🤖 AI Summary
Current single-step image editing methods struggle with ambiguous user intent, complex transformations, and scenarios requiring iterative refinement, often yielding inconsistent results. This paper introduces the first consistency-aware framework for multi-round interactive image editing. Our method addresses these challenges via four key innovations: (1) flow-matching-based precise image inversion to ensure high-fidelity initial edits; (2) an adaptive attention highlighting mechanism that dynamically localizes editable regions; (3) a dual-objective linear quadratic regulator (LQR)-guided stable sampling strategy that explicitly models and suppresses error accumulation across rounds; and (4) attention modulation informed by Transformer layer-role analysis to enhance cross-round semantic consistency.

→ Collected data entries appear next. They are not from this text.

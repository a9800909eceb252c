package raster

import (
	"math"

	"github.com/golang/freetype/raster"
	"golang.org/x/image/math/fixed"

	"enfilade/canvas/paint"
)

// filler feeds paths to the rasteriser. Its coordinates must not be negative, so they are moved by a margin and the spans
// moved back. Small shapes go through a small rasteriser, because each one is swept over its whole height.
type filler struct {
	large, small *raster.Rasterizer
	r            *raster.Rasterizer // the one in use
	margin       int
	dx, dy       float32 // moves the path in use
	run          []paint.Pt
}

// smallSize is the side of the small rasteriser in pixels; most glyphs at 2x fit.
const smallSize = 128

// marginPx is how far a path may reach beyond the picture, in px at 100 %: what the display list keeps, and its strokes.
const marginPx = 96

func newFiller(w, h int, k float64) *filler {
	m := int(math.Ceil(marginPx * k))
	f := &filler{large: raster.NewRasterizer(w+2*m, h+2*m), small: raster.NewRasterizer(smallSize, smallSize), margin: m}
	f.large.Dx, f.large.Dy = -m, -m
	f.large.UseNonZeroWinding, f.small.UseNonZeroWinding = true, true
	return f
}

// open chooses the rasteriser for a path that reaches beyond its points by so many pixels, and clears it.
func (f *filler) open(l *paint.List, op *paint.Op, reach float32) {
	x0, y0, x1, y1 := float32(math.Inf(1)), float32(math.Inf(1)), float32(math.Inf(-1)), float32(math.Inf(-1))
	for _, s := range l.Path(op) {
		for _, q := range l.Points[s.First:s.Last] {
			x0, y0, x1, y1 = min(x0, q.X), min(y0, q.Y), max(x1, q.X), max(y1, q.Y)
		}
	}
	left, top := math.Floor(float64(x0-reach))-1, math.Floor(float64(y0-reach))-1
	if float64(x1+reach)-left < smallSize-2 && float64(y1+reach)-top < smallSize-2 {
		f.use(f.small, int(left), int(top))
		return
	}
	f.use(f.large, -f.margin, -f.margin)
}

// use takes a rasteriser whose own origin lies at a pixel of the picture.
func (f *filler) use(r *raster.Rasterizer, left, top int) {
	f.r, f.dx, f.dy = r, float32(-left), float32(-top)
	r.Dx, r.Dy = left, top
	r.UseNonZeroWinding = true
	r.Clear()
}

func (f *filler) fixed(x, y float32) fixed.Point26_6 {
	return fixed.Point26_6{X: fixed.Int26_6((x+f.dx)*64 + 0.5), Y: fixed.Int26_6((y+f.dy)*64 + 0.5)}
}

// fill adds an op's path, every piece closed.
func (f *filler) fill(l *paint.List, op *paint.Op) {
	for _, s := range l.Path(op) {
		pts := l.Points[s.First:s.Last]
		for i, q := range pts {
			f.side(pts[(i+len(pts)-1)%len(pts)], q)
		}
	}
}

// side adds one side of a closed path. The rasteriser walks each row's cells from the left to add one, so a long side to the
// right that is almost level goes in pieces, the rightmost first; sides may come in any order.
func (f *filler) side(a, b paint.Pt) {
	const piece = 48
	dx, dy := b.X-a.X, b.Y-a.Y
	if dx > 2*piece && (dy < 0 && dx > -8*dy || dy > 0 && dx > 8*dy) {
		for x := float32(int(dx/piece)) * piece; x >= 0; x -= piece {
			q := paint.Pt{X: a.X + x, Y: a.Y + dy*x/dx}
			f.r.Start(f.fixed(q.X, q.Y))
			f.r.Add1(f.fixed(b.X, b.Y))
			b = q
		}
		return
	}
	f.r.Start(f.fixed(a.X, a.Y))
	f.r.Add1(f.fixed(b.X, b.Y))
}

// polygon adds a convex polygon, always in the same sense, so that the pieces of a stroke add up and never cancel.
func (f *filler) polygon(pts ...paint.Pt) {
	area := float32(0)
	for i, b := range pts {
		a := pts[(i+len(pts)-1)%len(pts)]
		area += (a.X-pts[0].X)*(b.Y-pts[0].Y) - (b.X-pts[0].X)*(a.Y-pts[0].Y)
	}
	for i, b := range pts {
		a := pts[(i+len(pts)-1)%len(pts)]
		if area < 0 {
			a, b = b, a
		}
		f.side(a, b)
	}
}
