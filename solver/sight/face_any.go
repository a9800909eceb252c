package sight

import (
	"context"

	"enfilade/solver/exact"
	"enfilade/solver/mesh"
)

// beam is a set of sight lines out of a face that all pass the same things on the same side, about to enter a triangle through
// half-edge in. The lines go to the right of all points in left and to the left of all in right. Both lists are convex towards
// the beam, in the order in which the beam passes them, and begin where the outermost lines touch: the leftmost one passes
// right[0] and then tipL, the rightmost one left[0] and then tipR. Beyond in, all between these two is seen from the face.
type beam struct {
	in          mesh.Edge
	left, right []exact.Pt
	tipL, tipR  exact.Pt
}

func (b *beam) leftmost() exact.Line  { return exact.Through(b.right[0], b.tipL) }
func (b *beam) rightmost() exact.Line { return exact.Through(b.left[0], b.tipR) }

// Partly appends to dst the places that see any part of a face from its front, as convex pieces which may overlap; a part
// without width does not count. The whole front must be free, see Free.
//
// The face is expanded as an eye is, triangle by triangle, but it lets out beams instead of cones: where a corner splits a
// beam, the part on either side of it is bounded by the line that touches the corner and, before it, a thing on the other
// side of the beam (the separating tangents of Guibas, Hershberger, Leven, Sharir and Tarjan, "Linear-time algorithms for
// visibility and shortest path problems inside triangulated simple polygons", Algorithmica 2, 1987, section 4, taken round
// every obstacle on both sides). All bounds are lines through two grid points.
//
//   - Units: grid points, exact. The Origin of each piece is its own index, see Glimpse.
//   - Errors: the context's when it is cancelled.
//   - Cost: proportional to the number of beams in each triangle: on floor plans a small multiple of a region's triangles; it
//     grows with the pairs of corners that line up with some point of the face, at most as the square of the number of corners
//     in view, for each triangle. Corners that stop no sight split beams as well: leave them out of the mesh.
func (f *Finder) Partly(ctx context.Context, dst []Piece, c Face, height int32) ([]Piece, error) {
	steps, ok := f.alongFront(f.faces.steps[:0], c.A, c.B)
	f.faces.steps = steps
	if !ok {
		return dst, nil
	}
	b := &f.faces
	b.beams, b.chains = b.beams[:0], b.chains[:0]
	f.newTurn()
	for _, s := range steps {
		p := Piece{Tri: s.tri, Origin: int32(len(dst))}
		p.add(c.front(), true)
		dst = f.record(dst, &p)
	}
	f.letOut(c, steps, height)
	for n := 1; len(b.beams) > 0; n++ {
		if n&1023 == 0 && ctx.Err() != nil {
			return dst, ctx.Err()
		}
		now := b.beams[len(b.beams)-1]
		b.beams = b.beams[:len(b.beams)-1]
		p := Piece{Tri: now.in.Tri(), Origin: int32(len(dst))}
		l := now.leftmost()
		p.add(exact.Line{At: l.At, Dir: l.Dir.Neg()}, now.tipL == c.A && now.right[0] == c.B)
		p.add(now.rightmost(), now.tipR == c.B && now.left[0] == c.A)
		dst = f.record(dst, &p)
		f.split(now, height)
	}
	return dst, nil
}

// letOut lets the beams out of the triangles along the face. A sight line that begins in another of them passes the corners
// before the edges between: on its left those on the way from A, on its right those on the way from B. What begins later leaves
// them on the same side.
func (f *Finder) letOut(c Face, steps []step, height int32) {
	f.faces.rights = f.faces.rights[:0]
	right := f.chainOf(c.B)
	for i := len(steps) - 1; i >= 0; i-- {
		if e := steps[i].out; e != mesh.None {
			_, z := f.m.Ends(e)
			right = f.extended(right, z, -1)
		}
		f.faces.rights = append(f.faces.rights, right)
	}
	left := f.chainOf(c.A)
	for i, s := range steps {
		if s.in != mesh.None {
			z, _ := f.m.Ends(s.in)
			left = f.extended(left, z, 1)
		}
		for k := range 3 {
			if e := mesh.EdgeOf(s.tri, k); e != s.in && e != s.out && !f.stops(e, height) {
				f.beamThrough(c, e, left, f.faces.rights[len(steps)-1-i])
			}
		}
	}
}

// beamThrough lets the sight lines out of the face that leave a triangle along it through e, one of its own half-edges; left and
// right are the corners that those from other triangles pass on the way.
func (f *Finder) beamThrough(c Face, e mesh.Edge, left, right []exact.Pt) {
	r, l := f.m.Ends(e) // as seen on the way out
	front := c.front()
	rightIn, leftIn := front.Side(r) > 0, front.Side(l) > 0
	if !rightIn && !leftIn {
		return
	}
	b := beam{in: f.m.Twin(e), left: left, right: right, tipL: c.A, tipR: c.B}
	if leftIn {
		b.left, b.tipL = f.extended(left, l, 1), l
	}
	if rightIn {
		b.right, b.tipR = f.extended(right, r, -1), r
	}
	b.left, b.right = past(b.left, b.tipR, 1), past(b.right, b.tipL, -1)
	f.faces.beams = append(f.faces.beams, b)
}

// split lets a beam into its triangle and on through the two other edges.
func (f *Finder) split(b beam, height int32) {
	t := &f.m.Tris[b.in.Tri()]
	left := b.in.Corner()
	right := inc[left]
	apex := inc[right]
	v := t.P[apex]
	underL, overR := b.leftmost().Side(v) < 0, b.rightmost().Side(v) > 0
	if overR && t.Top[right] < height {
		next := b
		next.in = t.N[right]
		if underL { // the apex becomes a thing on the left
			next.right, next.tipL = past(b.right, v, -1), v
			next.left = f.extended(b.left, v, 1)
		}
		f.faces.beams = append(f.faces.beams, next)
	}
	if underL && t.Top[apex] < height {
		next := b
		next.in = t.N[apex]
		if overR {
			next.left, next.tipR = past(b.left, v, 1), v
			next.right = f.extended(b.right, v, -1)
		}
		f.faces.beams = append(f.faces.beams, next)
	}
}

// past drops the points at the beginning of a chain that the line from it to v does not touch any more. Turn is 1 for the
// things on the left, which such lines keep on their left, and -1 for those on the right.
func past(chain []exact.Pt, v exact.Pt, turn int) []exact.Pt {
	for len(chain) > 1 && exact.Orient(chain[0], v, chain[1])*turn <= 0 {
		chain = chain[1:]
	}
	return chain
}

// extended returns the chain with v at its end, without the points that no line past v can touch any more.
func (f *Finder) extended(chain []exact.Pt, v exact.Pt, turn int) []exact.Pt {
	n := len(chain)
	for n > 1 && exact.Orient(chain[n-2], chain[n-1], v)*turn <= 0 {
		n--
	}
	at := len(f.faces.chains)
	f.faces.chains = append(append(f.faces.chains, chain[:n]...), v)
	return f.faces.chains[at:len(f.faces.chains):len(f.faces.chains)]
}

// chainOf returns a chain of the given points.
func (f *Finder) chainOf(points ...exact.Pt) []exact.Pt {
	at := len(f.faces.chains)
	f.faces.chains = append(f.faces.chains, points...)
	return f.faces.chains[at:len(f.faces.chains):len(f.faces.chains)]
}

// record appends a piece that has an inside, unless its triangle is known to be seen all over.
func (f *Finder) record(dst []Piece, p *Piece) []Piece {
	b := &f.faces
	if b.full[p.Tri] == b.turn || !b.convex.Take(&f.m.Tris[p.Tri], p) {
		return dst
	}
	if !b.convex.cut() {
		b.full[p.Tri] = b.turn
	}
	return append(dst, *p)
}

Extensive experiments demonstrate that our approach significantly outperforms single-step baselines in both multi-round editing success rate and visual fidelity, establishing a new paradigm for iterative, controllable, and highly consistent interactive image editing.
📝 Abstract
Many real-world applications, such as interactive photo retouching, artistic content creation, and product design, require flexible and iterative image editing. However, existing image editing methods primarily focus on achieving the desired modifications in a single step, which often struggles with ambiguous user intent, complex transformations, or the need for progressive refinements. As a result, these methods frequently produce inconsistent outcomes or fail to meet user expectations. To address these challenges, we propose a multi-turn image editing framework that enables users to iteratively refine their edits, progressively achieving more satisfactory results. Our approach leverages flow matching for accurate image inversion and a dual-objective Linear Quadratic Regulators (LQR) for stable sampling, effectively mitigating error accumulation. Additionally, by analyzing the layer-wise roles of transformers, we introduce a adaptive attention highlighting method that enhances editability while preserving multi-turn coherence. Extensive experiments demonstrate that our framework significantly improves edit success rates and visual fidelity compared to existing methods.